Research Paper Volume 12, Issue 3 pp 2275—2301
PAS kinase deficiency reduces aging effects in mice
- 1 Department of Biochemistry and Molecular Biology, Faculty of Medicine, Complutense University of Madrid, Institute of Medical Research at the Hospital Clínico San Carlos (IdISSC), Ciudad Universitaria, Madrid, Spain
- 2 Spanish Biomedical Research Centre in Diabetes and Associated Metabolic Disorders (CIBERDEM), Madrid, Spain
- 3 Department of Cell Biology, Faculty of Medicine, Complutense University of Madrid, Madrid, Spain
Received: July 26, 2019 Accepted: January 7, 2020 Published: January 23, 2020
https://doi.org/10.18632/aging.102745How to Cite
Abstract
Several signaling pathways may be affected during aging. All are regulated by nutrient levels leading to a decline in mitochondrial function and autophagy and to an increase in oxidative stress. PAS Domain Kinase (PASK) is a nutrient and bioenergetic sensor. We have previously found that PASK plays a role in the control of hepatic metabolic balance and mitochondrial homeostasis. To investigate PASK’s role in hepatic oxidative stress during aging, we analyzed the mitochondrial function, glucose tolerance, insulin resistance, and lipid-related parameters in aged PASK-deficient mice. Hepatic Pask mRNA decreased in step with aging, being undetectable in aged wild-type (WT) mice. Aged PASK-deficient mice recorded lower levels of ROS/RNS compared to aged WT. The regulators of mitochondrial biogenesis, PGC1a, SIRT1 and NRF2, decreased in aged WT, while aged PASK-deficient mice recorded a higher expression of NRF2, GCLm and HO1 proteins and CS activity under fasted conditions. Additionally, aged PASK-deficient mice recorded an overexpression of the longevity gene FoxO3a, and maintained elevated PCNA protein, suggesting that hepatic cell repair mechanisms might be functional. PASK-deficient mice have better insulin sensitivity and no glucose intolerance, as confirmed by a normal HOMA-IR index.
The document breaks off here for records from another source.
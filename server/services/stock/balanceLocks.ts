// Lock order for every stock change (one order for every row kind, exclusive from the start, so two
// operations on the same rows queue up instead of deadlocking; no path takes a shared lock it later
// upgrades):
//   1. the Idempotency-Key record (inserted first, runIdempotent);
//   2. the document's own rows (pick list, bill of materials, transfer, purchase order);
//   3. bins and lots are only read under share locks and never changed by a stock operation; an issue or an
//      adjustment reads its items and cost rows in that same share-locked read (stockLookups.ts), so a
//      receipt's exclusive cost-row lock (4) waits for it, and nothing holding a balance waits on it;
//   4. item × warehouse cost rows (item_warehouses), sorted by (item, warehouse), exclusive;
//   5. balance rows, sorted by (item, warehouse, bin, lot), exclusive; a receipt's moving-average read
//      locks an item's whole warehouse at its place in that order (index ix_balance_item_wh_bin);
//   6. reservations, then the ledger rows.
// Missing balance rows are created by INSERT … ON DUPLICATE KEY UPDATE, which locks an existing row
// exclusively (INSERT IGNORE locked it shared, and two operations then deadlocked upgrading).
import type { EntityManager } from 'typeorm'
import { sqlOn } from '../../db/onConnection.js'
import { StockBalance } from '../../entities/StockBalance.js'

export interface BalanceKey {
  itemId: number
  binId: number
  lotId: number | null
}

export type WarehouseBalanceKey = BalanceKey & { warehouseId: number }

/** An item's balances in one warehouse, locked whole (the moving-average read of a receipt). */
export interface WarehouseGroup {
  itemId: number
  warehouseId: number
}

export const balanceKey = (k: BalanceKey) => `${k.itemId}:${k.binId}:${k.lotId ?? 0}`
export const groupKey = (g: WarehouseGroup) => `${g.itemId}:${g.warehouseId}`

function compareKeys(a: WarehouseBalanceKey, b: WarehouseBalanceKey): number {
  return a.itemId - b.itemId || a.warehouseId - b.warehouseId || a.binId - b.binId || (a.lotId ?? 0) - (b.lotId ?? 0)
}

interface BalanceRow { id: number; item_id: number; warehouse_id: number; bin_id: number; lot_id: number | null; on_hand: number; reserved: number }
const COLUMNS = 'id, item_id, warehouse_id, bin_id, lot_id, on_hand, reserved'

// The entity filled in directly: em.create looks the entity's metadata up and copies column by column, a
// measurable part of a one-line stock issue for a row whose every field is named here.
function toBalance(r: BalanceRow): StockBalance {
  return Object.assign(new StockBalance(), {
    id: r.id, itemId: r.item_id, warehouseId: r.warehouse_id, binId: r.bin_id, lotId: r.lot_id, onHand: r.on_hand, reserved: r.reserved,
  })
}

export interface LockedBalances {
  /** The rows named by the keys (a key without a row when create is false is absent). */
  rows: Map<string, StockBalance>
  /** On hand of each whole-locked group, before the operation. */
  groupOnHand: Map<string, number>
}

export async function lockBalances(
  em: EntityManager,
  keys: readonly WarehouseBalanceKey[],
  opts: { create: boolean; wholeGroups?: readonly WarehouseGroup[] },
): Promise<LockedBalances> {
  const unique = new Map<string, WarehouseBalanceKey>()
  for (const k of keys) unique.set(balanceKey(k), k)
  const whole = new Set((opts.wholeGroups ?? []).map(groupKey))
  // Groups in (item, warehouse) order, each group's keys in (bin, lot) order.
  const groups = new Map<string, { group: WarehouseGroup; keys: WarehouseBalanceKey[] }>()
  for (const g of opts.wholeGroups ?? []) groups.set(groupKey(g), { group: g, keys: [] })
  for (const k of [...unique.values()].sort(compareKeys)) {
    const gk = groupKey(k)
    if (!groups.has(gk)) groups.set(gk, { group: { itemId: k.itemId, warehouseId: k.warehouseId }, keys: [] })
    groups.get(gk)!.keys.push(k)
  }
  const ordered = [...groups.values()].sort((a, b) => a.group.itemId - b.group.itemId || a.group.warehouseId - b.group.warehouseId)
  const rows = new Map<string, StockBalance>()
  const groupOnHand = new Map<string, number>()
  for (const { group, keys: groupKeys } of ordered) {
    const gk = groupKey(group)
    let pending = groupKeys
    if (whole.has(gk)) {
      // The range scan takes the group's rows (and the gaps between them) in index order.
      const found = await sqlOn<BalanceRow[]>(
        em,
        `SELECT ${COLUMNS} FROM stock_balances FORCE INDEX (ix_balance_item_wh_bin) WHERE item_id = ? AND warehouse_id = ? ORDER BY bin_id, lot_key FOR UPDATE`,
        [group.itemId, group.warehouseId],
      )
      groupOnHand.set(gk, found.reduce((n, r) => n + Number(r.on_hand), 0))
      const byKey = new Map(found.map((r) => [balanceKey({ itemId: r.item_id, binId: r.bin_id, lotId: r.lot_id }), r]))
      for (const k of groupKeys) {
        const r = byKey.get(balanceKey(k))
        if (r) rows.set(balanceKey(k), toBalance(r))
      }
      pending = groupKeys.filter((k) => !rows.has(balanceKey(k)))
    }
    if (opts.create && pending.length) {
      await sqlOn(
        em,
        `INSERT INTO stock_balances (item_id, warehouse_id, bin_id, lot_id, on_hand, reserved) VALUES ${pending.map(() => '(?, ?, ?, ?, 0, 0)').join(', ')} ON DUPLICATE KEY UPDATE on_hand = on_hand`,
        pending.flatMap((k) => [k.itemId, k.warehouseId, k.binId, k.lotId]),
      )
    }
    for (const k of pending) {
      const row = await lockOne(em, k)
      if (row) rows.set(balanceKey(k), row)
    }
  }
  return { rows, groupOnHand }
}

/**
 * By the unique key (item_id, bin_id, lot_key): an exact match locks that one row. Matching lot_id
 * instead could use only the (item, bin) prefix, so FOR UPDATE locked every lot in the bin and the
 * next bin's first row too, and issues and moves in neighbouring bins deadlocked under load.
 */
async function lockOne(em: EntityManager, k: BalanceKey): Promise<StockBalance | null> {
  const found = await sqlOn<BalanceRow[]>(
    em,
    `SELECT ${COLUMNS} FROM stock_balances WHERE item_id = ? AND bin_id = ? AND lot_key = ? FOR UPDATE`,
    [k.itemId, k.binId, k.lotId ?? 0],
  )
  return found[0] ? toBalance(found[0]) : null
}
PASK may be a good target for reducing damage during aging.
Abbreviations
AMPK: AMP-activated protein kinase; ATP: Adenosine triphosphate; BNIP3: BCL2 and adenovirus E1B 19-kDa-interacting protein; CAT: Catalase; COX-IV: Cytochrome c oxidase subunit IV; CS: Citrate synthase; Cu/ZnSOD: Copper- and zinc-containing superoxide dismutase; ETC: Electronic transport chain; FIS1: Fission-1; FOXO3a: Forkhead box protein O3; GCLc: Glutamate-cysteine ligase catalytic subunit; GCLm: Glutamate-cysteine ligase modifier subunit; GPx: Glutathione peroxidase; GSH: Glutathione; HO1: Heme oxygenase-1; KEAP1: Kelch-like ECH-associated protein 1; MnSOD: Manganese superoxide dismutase; MFN1: Mitofusin-1; MFN2: Mitofusin-2; MTOR: Mammalian target of rapamycin; NRF2: Nuclear factor: erythroid-derived 2)-like 2; OPA1: Optic atrophy 1; PARKIN: E3 ubiquitin-protein ligase parkin; PASK: PAS domain protein kinase; PCNA: Proliferating cell nuclear antigen; PGC1a: Peroxisome proliferator-activated receptor γ coactivator 1α; PINK1: Phosphatase and tensin homolog: PTEN)-induced kinase 1; PPARg: Peroxisome proliferator-activated receptor gamma; p21: cyclin-dependent kinase inhibitor 1; p53: tumor protein; ROS: Reactive Oxygen Species; RNS: Reactive Nitrogen Species; SIRT1: sirtuin 1.